# Try it
Transcribe each of the entries exactly.

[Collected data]
=====

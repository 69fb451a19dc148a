//! Diagnostics as text for people: file, line, column, the text underlined, and a way out.
//!
//! Takes diagnostics and the files they point into; gives text and prints nothing. Only the lines
//! around a place are handed to the drawing of the excerpt, and a stretch of several lines is
//! underlined on its first one, so a message about a long table stays a few lines long.

use std::ops::Range;

use annotate_snippets::{
    Annotation, AnnotationKind, Group, Level as Title, Renderer, Snippet, normalize_untrusted_str,
};

use super::{Diagnostic, FileId, Level, SourceMap, Span};

/// As many are shown of one run; nobody reads more before mending some of them.
const MOST: usize = 100;

/// All diagnostics, with file, line, column and the text underlined; after the first hundred only
/// how many there are. Plain text unless `colour` is asked for.
#[must_use]
pub fn render(diagnostics: &[Diagnostic], sources: &SourceMap, colour: bool) -> String {
    let renderer = if colour { Renderer::styled() } else { Renderer::plain() };
    let mut text = String::new();
    for d in diagnostics.iter().take(MOST) {
        text.push_str(&renderer.render(&[report(d, sources)]));
        text.push_str("\n\n");
    }
    if let Some(more) = diagnostics.len().checked_sub(MOST).filter(|n| *n > 0) {
        text.push_str(&format!("and {more} more\n\n"));
    }
    text.truncate(text.trim_end_matches('\n').len());
    if !text.is_empty() {
        text.push('\n');
    }
    text
}

/// The title, the excerpt of each file that the diagnostic points into, and the help.
fn report<'a>(d: &'a Diagnostic, sources: &'a SourceMap) -> Group<'a> {
    let level = match d.level {
        Level::Error => Title::ERROR,
        Level::Warning => Title::WARNING,
    };
    let mut group = Group::with_title(level.primary_title(d.message.as_str()));
    for file in files(d) {
        if let Some(snippet) = snippet(d, file, sources) {
            group = group.element(snippet);
        }
    }
    if let Some(help) = &d.help {
        group = group.element(Title::HELP.message(normalize_untrusted_str(help)));
    }
    group
}

/// The files it points into, that of its own place first.
fn files(d: &Diagnostic) -> Vec<FileId> {
    let mut files: Vec<FileId> = Vec::new();
    for file in d.span.iter().chain(d.related.iter().map(|(s, _)| s)).map(|s| s.file) {
        if !files.contains(&file) {
            files.push(file);
        }
    }
    files
}

/// The lines of `file` that the diagnostic points at, underlined.
fn snippet<'a>(
    d: &'a Diagnostic,
    file: FileId,
    sources: &'a SourceMap,
) -> Option<Snippet<'a, Annotation<'a>>> {
    let source = sources.get(file)?;
    let text = &*source.text;
    let mut marks: Vec<(Range<usize>, AnnotationKind, &str)> = Vec::new();
    if let Some(span) = d.span.filter(|s| s.file == file) {
        marks.push((on_one_line(text, span), AnnotationKind::Primary, &d.label));
    }
    for (span, words) in d.related.iter().filter(|(s, _)| s.file == file) {
        marks.push((on_one_line(text, *span), AnnotationKind::Context, words));
    }
    let first = marks.iter().map(|(r, _, _)| r.start).min()?;
    let last = marks.iter().map(|(r, _, _)| r.end).max()?;
    let begin = text[..first].rfind('\n').map_or(0, |i| i + 1);
    let end = text[last..].find(['\r', '\n']).map_or(text.len(), |i| last + i);
    let annotations = marks.into_iter().map(|(range, kind, words)| {
        let label = (!words.is_empty()).then(|| normalize_untrusted_str(words));
        kind.span(range.start - begin..range.end - begin).label(label)
    });
    Some(
        Snippet::source(&text[begin..end])
            .path(normalize_untrusted_str(&source.name))
            .line_start(text[..begin].matches('\n').count() + 1)
            .annotations(annotations),
    )
}

/// The part of a span that stands on its first line, within the text and between characters.
fn on_one_line(text: &str, span: Span) -> Range<usize> {
    let start = floor(text, span.start);
    let end = floor(text, span.end).max(start);
    let line = text[start..end].find(['\r', '\n']).map_or(end, |i| start + i);
    start..line
}

/// The last place at or before `at` that is between two characters.
fn floor(text: &str, at: usize) -> usize {
    let mut at = at.min(text.len());
    while !text.is_char_boundary(at) {
        at -= 1;
    }
    at
}

#[cfg(test)]
mod tests {
    use proptest::prelude::*;

    use super::*;

    fn map(text: &str) -> (SourceMap, FileId) {
        let mut sources = SourceMap::default();
        let file = sources.add("plate.toml", text.into());
        (sources, file)
    }

    #[test]
    fn place_label_related_and_help_are_all_shown() {
        let (sources, file) = map("a = 1\nb = 2\n\n\n\n\nc = 3\n");
        let span = |start, end| Span { file, start, end };
        let d = Diagnostic::error(span(6, 7), "`b` is wrong")
            .label("here")
            .related(span(16, 17), "because of this")
            .help("leave it out");
        let text = render(&[d], &sources, false);
        for part in ["error: `b` is wrong", "plate.toml:2:1", "^ here", "- because", "help: leave"]
        {
            assert!(text.contains(part), "{part} is not in\n{text}");
        }
        assert!(!text.contains('\u{1b}'));
    }

    #[test]
    fn colour_is_only_there_when_asked_for() {
        let (sources, _) = map("");
        let d = [Diagnostic::warning(None, "no place")];
        assert_eq!(render(&d, &sources, false), "warning: no place\n");
        assert!(render(&d, &sources, true).contains('\u{1b}'));
    }

    #[test]
    fn control_characters_of_a_spec_do_not_reach_the_terminal() {
        let (sources, file) = map("a = '\u{1b}[2J'");
        let d = Diagnostic::error(Span { file, start: 4, end: 8 }, "\u{1b}[2J")
            .label("\u{1b}[2J")
            .help("\u{1b}[2J");
        assert!(!render(&[d], &sources, false).contains('\u{1b}'));
    }

    #[test]
    fn line_ends_of_any_system_look_alike() {
        let (sources, file) = map("a = 1\r\nb = 2\r\n");
        let d = Diagnostic::error(Span { file, start: 0, end: 1 }, "x")
            .related(Span { file, start: 7, end: 8 }, "y");
        let text = render(&[d], &sources, false);
        assert!(text.contains("1 | a = 1\n") && text.contains("2 | b = 2\n"), "{text}");
    }

    #[test]
    fn many_are_counted_not_shown() {
        let (sources, _) = map("");
        let d = vec![Diagnostic::error(None, "x"); MOST + 3];
        assert!(render(&d, &sources, false).ends_with("and 3 more\n"));
    }

    proptest! {
        #[test]
        fn no_span_into_any_text_panics(text in "\\PC{0,20}(\r?\n\\PC{0,20}){0,4}", a in 0usize..99, b in 0usize..99, c in 0usize..99) {
            let (sources, file) = map(&text);
            let d = Diagnostic::error(Span { file, start: a, end: b }, "m")
                .related(Span { file, start: c, end: a }, "r");
            prop_assert!(render(&[d], &sources, false).starts_with("error: m"));
        }
    }
}
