//! Diagnostics as text for people.

use super::{Diagnostic, SourceMap};

/// All diagnostics, with file, line, column and the text underlined.
#[must_use]
pub fn render(diagnostics: &[Diagnostic], sources: &SourceMap, colour: bool) -> String {
    let _ = (sources, colour);
    diagnostics.iter().map(|d| format!("{}\n", d.message)).collect()
}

=====

# Your solution
repository 69fb451a19dc148a
//! Diagnostics as text for people: file, line, column, the text underlined, and a way out.
//!
//! Takes diagnostics and the files they point into; gives text and prints nothing. Only the lines
//! around a place are handed to the drawing of the excerpt, and a stretch of several lines is
//! underlined on its first one, so a message about a long table stays a few lines long.

use std::ops::Range;

use annotate_snippets::{
    Annotation, AnnotationKind, Group, Level as Title, Renderer, Snippet, normalize_untrusted_str,
};

use super::{Diagnostic, FileId, Level, SourceMap, Span};

/// As many are shown of one run; nobody reads more before mending some of them.
const MOST: usize = 100;

/// All diagnostics, with file, line, column and the text underlined; after the first hundred only
/// how many there are. Plain text unless `colour` is asked for.
#[must_use]
pub fn render(diagnostics: &[Diagnostic], sources: &SourceMap, colour: bool) -> String {
    let renderer = if colour { Renderer::styled() } else { Renderer::plain() };
    let mut text = String::new();
    for d in diagnostics.iter().take(MOST) {
        text.push_str(&renderer.render(&[report(d, sources)]));
        text.push_str("\n\n");
    }
    if let Some(more) = diagnostics.len().checked_sub(MOST).filter(|n| *n > 0) {
        text.push_str(&format!("and {more} more\n\n"));
    }
    text.truncate(text.trim_end_matches('\n').len());
    if !text.is_empty() {
        text.push('\n');
    }
    text
}

/// The title, the excerpt of each file that the diagnostic points into, and the help.
fn report<'a>(d: &'a Diagnostic, sources: &'a SourceMap) -> Group<'a> {
    let level = match d.level {
        Level::Error => Title::ERROR,
        Level::Warning => Title::WARNING,
    };
    let mut group = Group::with_title(level.primary_title(d.message.as_str()));
    for file in files(d) {
        if let Some(snippet) = snippet(d, file, sources) {
            group = group.element(snippet);
        }
    }
    if let Some(help) = &d.help {
        group = group.element(Title::HELP.message(normalize_untrusted_str(help)));
    }
    group
}

/// The files it points into, that of its own place first.
fn files(d: &Diagnostic) -> Vec<FileId> {
    let mut files: Vec<FileId> = Vec::new();
    for file in d.span.iter().chain(d.related.iter().map(|(s, _)| s)).map(|s| s.file) {
        if !files.contains(&file) {
            files.push(file);
        }
    }
    files
}

/// The lines of `file` that the diagnostic points at, underlined.
fn snippet<'a>(
    d: &'a Diagnostic,
    file: FileId,
    sources: &'a SourceMap,
) -> Option<Snippet<'a, Annotation<'a>>> {
    let source = sources.get(file)?;
    let text = &*source.text;
    let mut marks: Vec<(Range<usize>, AnnotationKind, &str)> = Vec::new();
    if let Some(span) = d.span.filter(|s| s.file == file) {
        marks.push((on_one_line(text, span), AnnotationKind::Primary, &d.label));
    }
    for (span, words) in d.related.iter().filter(|(s, _)| s.file == file) {
        marks.push((on_one_line(text, *span), AnnotationKind::Context, words));
    }
    let first = marks.iter().map(|(r, _, _)| r.start).min()?;
    let last = marks.iter().map(|(r, _, _)| r.end).max()?;
    let begin = text[..first].rfind('\n').map_or(0, |i| i + 1);
    let end = text[last..].find(['\r', '\n']).map_or(text.len(), |i| last + i);
    let annotations = marks.into_iter().map(|(range, kind, words)| {
        let label = (!words.is_empty()).then(|| normalize_untrusted_str(words));
        kind.span(range.start - begin..range.end - begin).label(label)
    });
    Some(
        Snippet::source(&text[begin..end])
            .path(normalize_untrusted_str(&source.name))
            .line_start(text[..begin].matches('\n').count() + 1)
            .annotations(annotations),
    )
}

/// The part of a span that stands on its first line, within the text and between characters.
fn on_one_line(text: &str, span: Span) -> Range<usize> {
    let start = floor(text, span.start);
    let end = floor(text, span.end).max(start);
    let line = text[start..end].find(['\r', '\n']).map_or(end, |i| start + i);
    start..line
}

/// The last place at or before `at` that is between two characters.
fn floor(text: &str, at: usize) -> usize {
    let mut at = at.min(text.len());
    while !text.is_char_boundary(at) {
        at -= 1;
    }
    at
}

#[cfg(test)]
mod tests {
    use proptest::prelude::*;

    use super::*;

    fn map(text: &str) -> (SourceMap, FileId) {
        let mut sources = SourceMap::default();
        let file = sources.add("plate.toml", text.into());
        (sources, file)
    }

    #[test]
    fn place_label_related_and_help_are_all_shown() {
        let (sources, file) = map("a = 1\nb = 2\n\n\n\n\nc = 3\n");
        let span = |start, end| Span { file, start, end };
        let d = Diagnostic::error(span(6, 7), "`b` is wrong")
            .label("here")
            .related(span(16, 17), "because of this")
            .help("leave it out");
        let text = render(&[d], &sources, false);
        for part in ["error: `b` is wrong", "plate.toml:2:1", "^ here", "- because", "help: leave"]
        {
            assert!(text.contains(part), "{part} is not in\n{text}");
        }
        assert!(!text.contains('\u{1b}'));
    }

    #[test]
    fn colour_is_only_there_when_asked_for() {
        let (sources, _) = map("");
        let d = [Diagnostic::warning(None, "no place")];
        assert_eq!(render(&d, &sources, false), "warning: no place\n");
        assert!(render(&d, &sources, true).contains('\u{1b}'));
    }

    #[test]
    fn control_characters_of_a_spec_do_not_reach_the_terminal() {
        let (sources, file) = map("a = '\u{1b}[2J'");
        let d = Diagnostic::error(Span { file, start: 4, end: 8 }, "\u{1b}[2J")
            .label("\u{1b}[2J")
            .help("\u{1b}[2J");
        assert!(!render(&[d], &sources, false).contains('\u{1b}'));
    }

    #[test]
    fn line_ends_of_any_system_look_alike() {
        let (sources, file) = map("a = 1\r\nb = 2\r\n");
        let d = Diagnostic::error(Span { file, start: 0, end: 1 }, "x")
            .related(Span { file, start: 7, end: 8 }, "y");
        let text = render(&[d], &sources, false);
        assert!(text.contains("1 | a = 1\n") && text.contains("2 | b = 2\n"), "{text}");
    }

    #[test]
    fn many_are_counted_not_shown() {
        let (sources, _) = map("");
        let d = vec![Diagnostic::error(None, "x"); MOST + 3];
        assert!(render(&d, &sources, false).ends_with("and 3 more\n"));
    }

    proptest! {
        #[test]
        fn no_span_into_any_text_panics(text in "\\PC{0,20}(\r?\n\\PC{0,20}){0,4}", a in 0usize..99, b in 0usize..99, c in 0usize..99) {
            let (sources, file) = map(&text);
            let d = Diagnostic::error(Span { file, start: a, end: b }, "m")
                .related(Span { file, start: c, end: a }, "r");
            prop_assert!(render(&[d], &sources, false).starts_with("error: m"));
        }
    }
}
//! Diagnostics as text for people.

use super::{Diagnostic, SourceMap};

/// All diagnostics, with file, line, column and the text underlined.
#[must_use]
pub fn render(diagnostics: &[Diagnostic], sources: &SourceMap, colour: bool) -> String {
    let _ = (sources, colour);
    diagnostics.iter().map(|d| format!("{}\n", d.message)).collect()
}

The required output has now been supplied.